Almost everyone in "Spinning Into Butter" is a racist. But this play isn't about cross-burning bigots. It's not even about people who resist integrating their neighborhood out of concern for their property values. It's about people who deplore those folks -- white people who not only have good intentions but are actively trying to do something positive and practical to bridge this country's racial chasm. "Spinning Into Butter" is about the racism in these people.
Rebecca Gilman's premise is that the disease of racism has infected American life so thoroughly that we've all been poisoned. The playwright sets her forensic examination of this sickness at fictional Belmont College, a small, elite school nestled into the pristine hills of Vermont. Painfully aware of its exclusive image, Belmont is trying to attract more students of color to the campus, and has hired a new dean of students to help accomplish this. Sarah Daniels (Henny Russell) is white -- in TheaterWorks' production she's even pale and blonde -- but she has come here from an all-black inner-city college, Belmont's monoracial mirror image.

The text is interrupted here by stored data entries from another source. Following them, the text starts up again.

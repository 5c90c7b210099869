"""Tables: widths that sum up, rows that can break, nothing lost of a long text."""

from __future__ import annotations

import pytest
from hypothesis import given
from hypothesis import strategies as st

from fieldlog.reports import content
from fieldlog.reports.facts import fact_grid
from fieldlog.reports.styles import CELL, paragraph
from fieldlog.reports.tables import pieces, table


@given(st.text(st.sampled_from("ab \n"), max_size=4000), st.floats(20, 400))
def test_pieces_of_a_text_lose_nothing_but_spaces(text: str, room: float) -> None:
    found = pieces(text, room)
    assert "".join(found).replace(" ", "") == text.replace(" ", "")


@pytest.mark.parametrize(
    "text", ["word " * 4000, "x" * 20000, "line\n" * 900, "word " * 900 + "y" * 9000 + "\nline" * 200]
)
@pytest.mark.parametrize("room", [30.0, 160.0, 480.0])
def test_no_piece_is_taller_than_a_page(text: str, room: float) -> None:
    for piece in pieces(text, room):
        assert paragraph(piece, CELL).wrap(room, 1e6)[1] <= 660.0


COLUMNS = st.lists(
    st.builds(content.Column, st.text(max_size=30), st.text(max_size=8), st.booleans()), min_size=1, max_size=9
)


@given(COLUMNS, st.lists(st.lists(st.text(max_size=120), max_size=10).map(tuple), max_size=6))
def test_columns_fill_the_width_exactly(columns: list[content.Column], rows: list[tuple[str, ...]]) -> None:
    made = table(content.Table("T", tuple(columns), tuple(rows)), 493.0)
    assert sum(made._colWidths) == pytest.approx(493.0)
    assert min(made._colWidths) > 8


def test_short_facts_stand_two_abreast_and_long_ones_alone() -> None:
    rows = [
        content.Row("a", "short"),
        content.Row("b", "short", "psi"),
        content.Row("c", "word " * 60),
        content.Row("d", "last"),
    ]
    (grid, _) = fact_grid(rows, 493.0)
    first, second, third = grid._cellvalues
    assert [first[0], first[2]] == ["a", "b"]
    assert second[2:] == ["", ""]
    assert third == ["d", "last", "", ""]
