"""The archival form, judged by programs of others."""

from __future__ import annotations

import hashlib
import re
import subprocess
import sys
from collections.abc import Callable
from datetime import UTC, datetime
from io import BytesIO
from pathlib import Path

import pikepdf
import pypdf
import pytest
from PIL import Image, ImageCms

from fieldlog.reports import pdfa
from fieldlog.reports.colour_profile import srgb_profile

Run = Callable[..., "subprocess.CompletedProcess[str]"]
RECORDS = b'{"entries":["first entry","second entry"],"format":2}'
FACTS = pdfa.DocumentFacts("A title", "An organisation", datetime(2026, 10, 12, 14, 5, 37, tzinfo=UTC))


def test_every_font_is_embedded(archival: bytes, run_program: Run, tmp_path: Path) -> None:
    (tmp_path / "report.pdf").write_bytes(archival)
    rows = run_program("pdffonts", tmp_path / "report.pdf").stdout.splitlines()[2:]
    assert rows
    assert all(row.split()[-5:-2] == ["yes", "yes", "yes"] for row in rows), rows


def test_another_program_finds_no_fault_in_the_files_structure(
    archival: bytes, run_program: Run, tmp_path: Path
) -> None:
    (tmp_path / "report.pdf").write_bytes(archival)
    assert run_program("qpdf", "--check", tmp_path / "report.pdf").returncode == 0


def test_the_records_come_out_as_they_went_in(archival: bytes, run_program: Run, tmp_path: Path) -> None:
    (tmp_path / "report.pdf").write_bytes(archival)
    run_program("pdfdetach", "-save", "1", "-o", tmp_path / "out.json", tmp_path / "report.pdf")
    assert (tmp_path / "out.json").read_bytes() == RECORDS
    assert pypdf.PdfReader(BytesIO(archival)).attachments["records.json"] == [RECORDS]


def test_preflight_finds_the_older_twin_valid(drawn: bytes, preflight: Run, tmp_path: Path) -> None:
    twin = pdfa.archival_pdf(drawn, FACTS, RECORDS, part=1)
    (tmp_path / "twin.pdf").write_bytes(twin)
    result = preflight(tmp_path / "twin.pdf")
    assert result.returncode == 0, result.stdout + result.stderr
    assert "valid PDF/A-1b" in result.stdout


def test_preflight_objects_only_to_what_the_newer_part_allows(archival: bytes, preflight: Run, tmp_path: Path) -> None:
    (tmp_path / "report.pdf").write_bytes(archival)
    result = preflight(tmp_path / "report.pdf")
    assert set(re.findall(r"^\d[\d.]* : (.*)$", result.stdout, re.MULTILINE)) == {
        "Trailer Syntax error, EmbeddedFile entry is present in the Names dictionary",
        "Body Syntax error, EmbeddedFile entry is present in a FileSpecification dictionary",
        "Trailer Syntax error, /XRef cross reference streams are not allowed",
        "Error on MetaData, part must be 1",
    }


def test_preflight_sees_a_spoilt_twin(drawn: bytes, preflight: Run, tmp_path: Path) -> None:
    with pikepdf.open(BytesIO(pdfa.archival_pdf(drawn, FACTS, RECORDS, part=1))) as pdf:
        del pdf.Root.OutputIntents
        pdf.save(tmp_path / "spoilt.pdf", object_stream_mode=pikepdf.ObjectStreamMode.disable)
    assert preflight(tmp_path / "spoilt.pdf").returncode != 0


def test_the_attachment_is_declared_as_the_standard_asks(archival: bytes) -> None:
    with pikepdf.open(BytesIO(archival)) as pdf:
        file = pdf.Root.AF[0]
        assert file == pdf.Root.Names.EmbeddedFiles.Names[1]
        assert file.AFRelationship == pikepdf.Name.Data
        assert (str(file.F), str(file.UF)) == ("records.json", "records.json")
        assert file.EF.F.Subtype == pikepdf.Name("/application/json")
        assert int(file.EF.F.Params.Size) == len(RECORDS)
        assert bytes(file.EF.F.Params.CheckSum) == hashlib.md5(RECORDS).digest()  # noqa: S324  the form's checksum


def test_the_file_speaks_of_itself_in_one_place_only(archival: bytes) -> None:
    with pikepdf.open(BytesIO(archival)) as pdf:
        assert "/Info" not in pdf.trailer
        with pdf.open_metadata() as metadata:
            assert metadata["dc:title"] == "Visit of 12 October <2026> & report"
            assert metadata["pdfaid:part"] == "3"
            assert metadata["xmp:CreateDate"] == "2026-10-12T14:05:37Z"
        assert str(pdf.Root.Lang) == "en"


def test_a_title_that_xml_cannot_hold_is_mended(drawn: bytes) -> None:
    facts = pdfa.DocumentFacts("bell \x07 \ufffe 火", "half \ud800 pair", FACTS.made_at)
    with pikepdf.open(BytesIO(pdfa.archival_pdf(drawn, facts, RECORDS))) as pdf, pdf.open_metadata() as metadata:
        assert metadata["dc:title"] == "bell \ufffd \ufffd 火"
        assert metadata["dc:creator"] == ["half \ufffd pair"]


def test_two_processes_make_the_same_bytes() -> None:
    program = (
        "import hashlib\nfrom datetime import UTC, datetime\nfrom io import BytesIO\n"
        "from reportlab.pdfgen.canvas import Canvas\nfrom fieldlog.reports import fonts, pdfa\n"
        "output = BytesIO()\ncanvas = Canvas(output, pageCompression=1, initialFontName=fonts.REGULAR)\n"
        "canvas.drawString(72, 700, 'residual 54 psi')\ncanvas.save()\n"
        "facts = pdfa.DocumentFacts('T', 'O', datetime(2026, 10, 12, tzinfo=UTC))\n"
        "print(hashlib.sha256(pdfa.archival_pdf(output.getvalue(), facts, b'{}')).hexdigest())"
    )
    command = [sys.executable, "-c", program]
    made = [subprocess.run(command, capture_output=True, text=True, check=True).stdout for _ in range(2)]
    assert made[0] == made[1]


@pytest.mark.parametrize("colour", [(22, 24, 27), (13, 79, 92), (220, 235, 237), (253, 252, 249), (3, 200, 90)])
def test_another_colour_engine_reads_the_profile_as_srgb(colour: tuple[int, int, int]) -> None:
    ours = ImageCms.getOpenProfile(BytesIO(srgb_profile()))
    seen = ImageCms.profileToProfile(Image.new("RGB", (2, 2), colour), ours, ImageCms.createProfile("sRGB"))
    assert seen is not None
    pixel = seen.getpixel((1, 1))
    assert isinstance(pixel, tuple)
    assert max(abs(a - b) for a, b in zip(pixel, colour, strict=True)) <= 1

Trouble bursts into the college when one of the new black students reports finding racist notes tacked to the door of his dorm room. One of these says just "Little Black Sambo" -- a reference to the controversial children's book and the source of the play's title. In the story, a group of African tigers gets so agitated over the little fellow that they chase each other round and round in a circle until they dissolve into a pool of butter.
Here, the spinning tigers are Belmont faculty and administrators, each of whom has a different response to the crisis. There's Dean Kenney (Maeve McGuire), a no-nonsense problem-solver who just wants to collar the perpetrator and keep the thing out of the papers. There's Ross Collins (Chris Hutchison), the rumpled young nonconformist on the faculty, who sees the episode as a prime learning opportunity for the student body. He sets up a series of earnest campus forums that only succeed in polarizing the community and turning most of the students off. And there's stuffy old Professor Strauss (Edwin J. McDonough), an academic snob whose default attitude is patronizing and who takes offense when the black students are offended by it. There's also Greg Sullivan (Gregory Patrick Jackson), an enterprising white student who wants to form an anti-racist student organization, not least because it will help pad his resume for law school applications.
Gilman's script is a fascinating study of hate and self-hate; of human attitudes, fears, defenses, and complexities. But it's more a seminar than a play. It skewers every politically correct cliché and knee-jerk liberal pose -- often quite humorously -- but too much of the dialogue sounds as if it's been transcribed from a diversity training session. (The playwright has also slipped a few subtle jokes into the script. The name of the college, Belmont, refers slyly to the country estate of the wealthy patricians in Shakespeare's "Merchant of Venice". And the college president is named Garvey, like the radical black nationalist of a century ago.)
Each of Gilman's seven characters is fashioned primarily as the representation of a particular stance or point of view. This goes for the only non-white character, too, who is not the student receiving the racial slurs, but the self-described Newyorican Patrick Chibas, a combative young man who's who's positively itching to be offended by almost anything a white person says to him.
Steve Campo's production for TheaterWorks is smart, fast-moving and effective. This is the biggest production the pocket-size theater has ever staged. Not only does it boast a record seven actors, but Luke Hegel-Cantarella has given it a splendid set: sunlight pours through the sparkling windows in Dean Daniels' wood-paneled office, where the bookshelves reveal works of Frantz Fanon and Susan Faludi and pride of place is given to a signed photo of Hilary Clinton.
All the actors acquit themselves more than adequately, but because the play is so schematic, the performances are almost inevitably two-dimensional. Henny Russell gives the evening's most compelling performance in the play's only really complex role. Dean Daniels is thoughtful, concerned, conflicted, and finally frustrated into delivering one of the play's two startling examples of how tightly all of us are clutching ambivalent, even hateful feelings.
The playwright is delivering a message here, but "Spinning Into Butter" is not a polemic. Gilman raises hard questions with no easy answers. One tentative possibility she seems to offer is the value of honest dialogue -- ugly feelings, even those masked by good intentions, must be expressed if there is to be any movement on the racial battlefront. The play is certainly intended to spin off debate and discussion, as it did when it shook things up at Lincoln Center two years ago. One sign of TheaterWorks' intentions during this run is the company's offer of free tickets to middle- and high-school students for certain performances.
"Spinning Into Butter" may not qualify as an aesthetic success, but live theater's job is not simply to entertain, to make us laugh and cry. Since ancient times, the theater has also served as a kind of civic forum, where society's burning issues are enacted as a spur to reflection and dialogue. "Spinning Into Butter" is a worthy part of that dramatic tradition.